++++ Records ++++

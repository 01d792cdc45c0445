"""Beliefs as transforms of standard-normal coordinates.

Every unknown is a monotone function of u ~ N(0, 1), so the prior of a study is always N(0, I): fits
are well scaled and a prior is never a special case.
"""

from __future__ import annotations

import math

from designer.arrays import Array, jax, jnp
from designer.records import Z95, Belief


def value(belief: Belief, u: Array) -> Array:
    """Value of the unknown at coordinate ``u`` (any shape), in internal units.

    Differentiable to any order in u.
    """
    if belief.family == "exact":
        return jnp.full_like(u, belief.centre)
    if belief.family == "uniform":
        return belief.low + (belief.high - belief.low) * jax.scipy.special.ndtr(u)
    if belief.family == "positive":
        return _above_zero(belief, u)
    z = belief.centre + belief.spread * u
    if belief.family == "normal":
        return z
    if belief.family == "lognormal":
        return jnp.exp(z)
    if belief.family == "logitnormal":
        return 0.5 * (1 + jnp.tanh(z / 2))
    raise ValueError(f"no such family of beliefs: {belief.family}")


def _above_zero(belief: Belief, u: Array) -> Array:
    """Normal cut at 0: the upper tail Phi(-u) is shrunk by the mass above 0, which keeps digits there."""
    mass = 0.5 * math.erfc(-belief.centre / belief.spread / math.sqrt(2))
    return belief.centre - belief.spread * _normal_quantile(mass * jax.scipy.special.ndtr(-u))


@jax.custom_jvp
def _normal_quantile(p: Array) -> Array:
    return jax.scipy.special.ndtri(p)


@_normal_quantile.defjvp
def _quantile_slope(primals: tuple[Array], tangents: tuple[Array]) -> tuple[Array, Array]:
    """d Phi^-1(p) / dp = sqrt(2 pi) exp(z^2 / 2), itself differentiable through z."""
    (p,), (dp,) = primals, tangents
    z = _normal_quantile(p)
    return z, math.sqrt(2 * math.pi) * jnp.exp(z * z / 2) * dp


def middle(belief: Belief) -> float:
    """Median of the belief."""
    return quantile(belief, 0.0)


def quantile(belief: Belief, u: float) -> float:
    """Value at the coordinate ``u`` as a plain float."""
    return float(value(belief, jnp.asarray(float(u))))


def log_slope(belief: Belief, u: Array) -> Array:
    """d ln(value) / du, which turns a spread of u into a relative spread of the unknown."""
    at, slope = jax.jvp(lambda x: value(belief, x), (u,), (jnp.ones_like(u),))
    return slope / at


def range95(belief: Belief) -> tuple[float, float]:
    """Central 95 % range."""
    return quantile(belief, -Z95), quantile(belief, Z95)
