"""A candidate at plain numbers (numpy, no compilation): for middles, half-lives and checks of a file."""

from __future__ import annotations

from collections.abc import Mapping
from typing import Any

import numpy as np

from designer import expressions
from designer.records import Belief, Candidate, Condition, Constant, Step

GAS_CONSTANT = 8.31446261815324  # J/(mol K), exact since the 2019 SI

_FUNCTIONS = {"exp": np.exp, "log": np.log, "sqrt": np.sqrt}


def quantile(belief: Belief, u: Any = 0.0) -> Any:
    """Value of the unknown at coordinate(s) u ~ N(0, 1); u = 0 is the median (see records.Belief)."""
    from scipy.special import expit, ndtr, ndtri

    z = belief.centre + belief.spread * np.asarray(u, dtype=float)
    match belief.family:
        case "exact":
            return belief.centre + 0 * z
        case "lognormal":
            return np.exp(z)
        case "normal":
            return z
        case "logitnormal":
            return expit(z)
        case "uniform":
            return belief.low + (belief.high - belief.low) * ndtr(u)
        case "positive":
            upper = ndtr(belief.centre / belief.spread) * ndtr(-np.asarray(u, dtype=float))
            return belief.centre - belief.spread * ndtri(upper)
    raise ValueError(f"no such family of beliefs: {belief.family}")


def arrhenius(energy: Any, temperature: float, reference: float) -> Any:
    """exp(-(E/R)(1/T - 1/T_ref)): the factor on a constant stated at T_ref (J/mol, K)."""
    return np.exp(-energy / GAS_CONSTANT * (1 / temperature - 1 / reference))


def at_temperature(constant: Constant, temperature: float | None, u: Any = 0.0, v: Any = 0.0) -> Any:
    """Value of a constant at coordinates u (itself) and v (its activation energy)."""
    value = quantile(constant.belief, u)
    energy, reference = constant.activation_energy, constant.reference_temperature
    if energy is None or reference is None or temperature is None:
        return value
    return value * arrhenius(quantile(energy, v), temperature, reference)


def split(
    at: Mapping[str, float], conditions: tuple[Condition, ...]
) -> tuple[dict[str, float], dict[str, float]]:
    """Values of conditions -> (bare names, starting concentrations)."""
    species = {condition.name for condition in conditions if condition.is_species}
    bare = {name: value for name, value in at.items() if name not in species}
    return bare, {name: value for name, value in at.items() if name in species}


def middles(conditions: tuple[Condition, ...]) -> dict[str, float]:
    """Condition -> middle of what is on offer."""
    return {condition.name: condition.middle for condition in conditions}


class Every(dict[str, float]):
    """Concentrations of which those not named are 0."""

    def __missing__(self, name: str) -> float:
        return 0.0


def rate(step: Step, names: Mapping[str, Any], now: Mapping[str, Any], start: Mapping[str, Any]) -> Any:
    """Rate of the step, in the unit of its concentrations per second; NaN or infinity where undefined."""
    with np.errstate(all="ignore"):
        wide = {name: np.asarray(value, dtype=float) for name, value in names.items()}
        here = _Arrays(now)
        return expressions.evaluate(step.rate, wide, here, _Arrays(start), _FUNCTIONS, np.power) + 0.0


class _Arrays(dict[str, Any]):
    def __init__(self, values: Mapping[str, Any]) -> None:
        super().__init__({name: np.asarray(value, dtype=float) for name, value in values.items()})

    def __missing__(self, name: str) -> Any:
        return np.asarray(0.0)


def names_of(candidate: Candidate, known: Mapping[str, float], temperature: float | None) -> dict[str, Any]:
    """Every bare name of the candidate's rates at the middles of its constants; time is 0."""
    constants = {c.name: at_temperature(c, temperature) for c in candidate.constants}
    return {"time": 0.0, **known, **constants}
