"""Figures of ``check``: predicted curves of every candidate, and where the error of a sample comes from.

Readable in grey: candidates differ by line style and shade as well as by colour.
"""

from __future__ import annotations

from typing import TYPE_CHECKING

from designer import units, wording
from designer.findings import Budget, Checkup
from designer.records import Reading, Study

if TYPE_CHECKING:
    from matplotlib.axes import Axes
    from matplotlib.figure import Figure

# dark to light, so that they stay apart in grey too
STYLES = (
    ("#000000", "-"),
    ("#0b4f8a", "--"),
    ("#b5400f", "-."),
    ("#2f8f5b", ":"),
    ("#8a5aa8", (0, (5, 1, 1, 1, 1, 1))),
    ("#c79a00", (0, (8, 2))),
    ("#888888", (0, (1, 1))),
)
HATCHES = ("", "///", "...", "xxx", "\\\\\\", "+++", "ooo", "---")
WIDTH, HEIGHT = 9.0, 3.4  # inches; height of one reading's row


def check_figure(study: Study, found: Checkup) -> Figure:
    """One row for each reading: curves at the middle of what is on offer (middle of the belief and 5 to 95 %
    fan), and shares of the variance at a typical sample."""
    from matplotlib.figure import Figure

    figure = Figure(figsize=(WIDTH, HEIGHT * len(study.readings) + 0.8), dpi=130, layout="constrained")
    rows = figure.subplots(len(study.readings), 2, squeeze=False, width_ratios=(3, 2))
    for row, reading in zip(rows, study.readings, strict=True):
        _curves(row[0], study, found, reading)
        _budget(row[1], [b for b in found.budgets if b.reading == reading.name], _sources(found))
    handles, labels = rows[0][0].get_legend_handles_labels()
    figure.legend(
        handles, labels, loc="outside lower center", ncols=min(3, max(1, len(labels))), frameon=False
    )
    at = ", ".join(
        f"{name} {wording.amount(value, study.condition(name).unit)}" for name, value in found.middle
    )
    figure.suptitle(f"{found.title}\nat {at}" if found.title else f"at {at}", fontsize=10)
    return figure


def _curves(axes: Axes, study: Study, found: Checkup, reading: Reading) -> None:
    order = [law.candidate.name for law in found.laws]
    for curve in found.curves:
        if curve.reading != reading.name:
            continue
        colour, line = STYLES[order.index(curve.candidate) % len(STYLES)]
        times = [units.convert(t, study.time_unit) for t in curve.times]
        low, middle, high = (
            [units.convert(x, reading.unit) for x in values]
            for values in (curve.low, curve.middle, curve.high)
        )
        axes.fill_between(times, low, high, color=colour, alpha=0.08, linewidth=0)
        axes.plot(times, middle, color=colour, linestyle=line, linewidth=1.6, label=curve.candidate)
    if reading.lowest is not None:
        axes.axhline(units.convert(reading.lowest, reading.unit), color="0.5", linewidth=0.8)
    if reading.highest is not None and units.convert(reading.highest, reading.unit) < axes.get_ylim()[1]:
        axes.axhline(units.convert(reading.highest, reading.unit), color="0.5", linewidth=0.8)
    axes.set_xlim(left=0)
    axes.set_xlabel(f"time / {study.time_unit}")
    axes.set_ylabel(f"{reading.name} / {reading.unit}" if reading.unit else reading.name)
    axes.set_title("middle and 5 to 95 % of the belief", fontsize=8)


def _sources(found: Checkup) -> list[str]:
    """Every source of error, in the order in which all bars show them."""
    return list(dict.fromkeys(share.source for budget in found.budgets for share in budget.shares))


def _budget(axes: Axes, budgets: list[Budget], sources: list[str]) -> None:
    """Stacked bars: one per candidate, shares of the variance in per cent."""
    names = [budget.candidate for budget in budgets]
    start = [0.0] * len(budgets)
    for number, source in enumerate(sources):
        widths = [
            100 * sum(share.share for share in budget.shares if share.source == source) for budget in budgets
        ]
        shade = str(0.35 + 0.6 * number / max(1, len(sources) - 1))
        axes.barh(
            range(len(names)),
            widths,
            left=start,
            color=shade,
            edgecolor="black",
            linewidth=0.5,
            hatch=HATCHES[number % len(HATCHES)],
            label=source,
        )
        start = [a + b for a, b in zip(start, widths, strict=True)]
    axes.set_yticks(range(len(names)), names, fontsize=7)
    axes.invert_yaxis()
    axes.set_xlim(0, 100)
    axes.set_xlabel("share of the variance / %")
    axes.set_title("where the error of a sample comes from", fontsize=8)
    axes.legend(fontsize=6, loc="upper center", bbox_to_anchor=(0.5, -0.22), ncols=2, frameon=False)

++++

- [Activity]:
Repeat only the lines starting at the one that contains "the variance /" and ending at the last line above, exactly as written.

- [Task solution]:
    axes.set_xlabel("share of the variance / %")
    axes.set_title("where the error of a sample comes from", fontsize=8)
    axes.legend(fontsize=6, loc="upper center", bbox_to_anchor=(0.5, -0.22), ncols=2, frameon=False)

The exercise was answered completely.